Vide” ne risente, diremmo, ma nella realtà dei fatti ne giova, e ciò che ne nasce è lo scheletro che si celava già dietro le granitiche e pulsioni industriali, dietro la cassa toracica del mostro batte un cuore atonale, che però in melodie asciutte trova situazione ideale per battere al ritmo del termine ultimo del mondo. Ridotto tutto all’osso, affiora in superficie un amore incrollabile per sonorità scarne e ammantate di un grigiore che pare ultraterreno ma che, a conti fatti, è nulla più che umano. Sembra di sentire Karate e Codeine, nella fattispecie quando le chitarre di Olivier Lomer e il basso di Jérémie Bézier si prodigano nell’intrecciarsi, accordandosi fuori tonalità, sbattendo contro synth discendenti, che non sempre servono ad aprire lo spazio, semmai tolgono aria melodica quando gli altri la creano. Una decostruzione in picchiata, impreziosita da un lavoro elettronico che pare sampling ma sampling non è, con vampate darkwave e droni che come sono arrivati se ne vanno.

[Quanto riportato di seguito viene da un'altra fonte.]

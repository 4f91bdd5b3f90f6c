//! The Prometheus export of a recompute's boards and of the stream watch.
//! A binary dataset's board-derived series carry no `contrast` label; a
//! dataset with arms exports the same series once per contrast's board,
//! labelled `contrast=<arm>`, its generalized propensity's effective and
//! extreme shares per arm, and its nuisance losses per arm (`arm` label).

use std::collections::BTreeMap;

use super::alerts;
use super::recompute::NuisanceState;
use super::{Boards, Monitor};
use crate::domain::Board;
use crate::estimate::watch::{Watch, WatchState};
use crate::metrics::{
    ArmLabels, ComponentLabels, DatasetLabels, ModelLabels, ScoreLabels, WindowLabels,
};

/// The windows whose boards are exported (cohort windows are not).
const EXPORTED_WINDOWS: [&str; 2] = ["cumulative", "recent"];

/// One arm's overlap under the generalized propensity, as the top board
/// of a window of a dataset with arms carries it in its detail document
/// (`propensity`, one entry per arm, the reference first).
#[derive(Debug, Clone, PartialEq)]
pub(super) struct ArmOverlap {
    pub arm: String,
    /// Kish effective sample size of the arm's units under weights 1 / e_k,
    /// over the arm's units.
    pub effective_share: f64,
    /// Share of every unit whose e_k is below the overlap threshold.
    pub extreme_share: f64,
}

/// A board's detail document, parsed, on the top board of a dataset with
/// arms only.
fn arms_detail(b: &Board) -> Option<serde_json::Value> {
    if b.contrasts.is_empty() {
        return None;
    }
    serde_json::from_str(&b.detail_json).ok()
}

/// Each arm's [`ArmOverlap`]; empty on any board but the top board of a
/// dataset with arms.
pub(super) fn arm_overlaps(b: &Board) -> Vec<ArmOverlap> {
    let Some(doc) = arms_detail(b) else {
        return Vec::new();
    };
    doc.get("propensity")
        .and_then(serde_json::Value::as_array)
        .map(|arms| {
            arms.iter()
                .filter_map(|a| {
                    Some(ArmOverlap {
                        arm: a.get("arm")?.as_str()?.to_string(),
                        effective_share: a.get("effective_share")?.as_f64()?,
                        extreme_share: a.get("extreme_share")?.as_f64()?,
                    })
                })
                .collect()
        })
        .unwrap_or_default()
}
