@dataclass(frozen=True)
class Outcome:
    """What one plan call reported.

    ``expansions`` counts every search of the call (a coarse pass that found nothing
    included); ``search_expansions`` only the last search, the one ``search_s`` timed.
    """

    status: str
    reason: str | None
    plan_s: float
    search_s: float | None
    expansions: int
    search_expansions: int
    length_m: float | None = None
    reverse_m: float | None = None
    gear_changes: int | None = None
    final_poses: int | None = None

    @property
    def found(self) -> bool:
        return self.status == "found"

    @property
    def overhead(self) -> float | None:
        """Expansions per output pose."""
        return self.expansions / self.final_poses if self.final_poses else None

    @property
    def rate_per_s(self) -> float | None:
        """Expansions per second of the search loop."""
        if not self.search_s:
            return None
        return self.search_expansions / self.search_s

    @property
    def status_text(self) -> str:
        return "found" if self.found else f"no_path ({self.reason})"


@dataclass
class ScenarioResult:
    """Default-mode runs, plain-mode runs and rectangle-footprint runs of one scenario."""

    name: str
    runs: list[Outcome]
    plain: list[Outcome]
    rect: list[Outcome] | None = None

    @property
    def median_s(self) -> float:
        return statistics.median(o.plan_s for o in self.runs)

    @property
    def min_s(self) -> float:
        return min(o.plan_s for o in self.runs)

    @property
    def plain_s(self) -> float:
        return statistics.median(o.plan_s for o in self.plain)

    @property
    def speedup(self) -> float:
        return self.plain_s / self.median_s if self.median_s > 0 else math.inf

    @property
    def rect_s(self) -> float | None:
        return statistics.median(o.plan_s for o in self.rect) if self.rect else None

    @property
    def rect_ratio(self) -> float | None:
        """Rectangle median / disc median."""
        if not self.rect:
            return None
        return self.rect_s / self.median_s if self.median_s > 0 else math.inf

Il disco si muove in crescendo, senza necessariamente innalzarsi, parte amaro concentrato e amaro rimane anche aprendosi, togliendo forze ma librandosi verso un’intensità che tanto fu cara a Mark Sandman, muovendosi ritmicamente più in alto, rimanendo in un volo al filo d’acqua. La voce di Bézier poi, nel suo essere quasi perennemente distorta crea un’ulteriore dissonanza, quasi fosse meramente descrittiva, latrice di sventura e dolore, tocco disumanizzante in un contesto fatto di occhi che lacrimano, rumori che s’insinuano sotto le composizioni slowcore rallentate all’estremo, languida articolazione di un viaggio a senso unico verso il vuoto al centro dell’essere umano che sanguina lacrime.

Inatteso cambiamento e arte purificatrice, “Vide” è un punto immobile che si muove solo guardandolo da distante. Discerne e fonde al contempo uomo e natura morta contemporanea. Sembra un’alba fragile che illumina l’abbandono.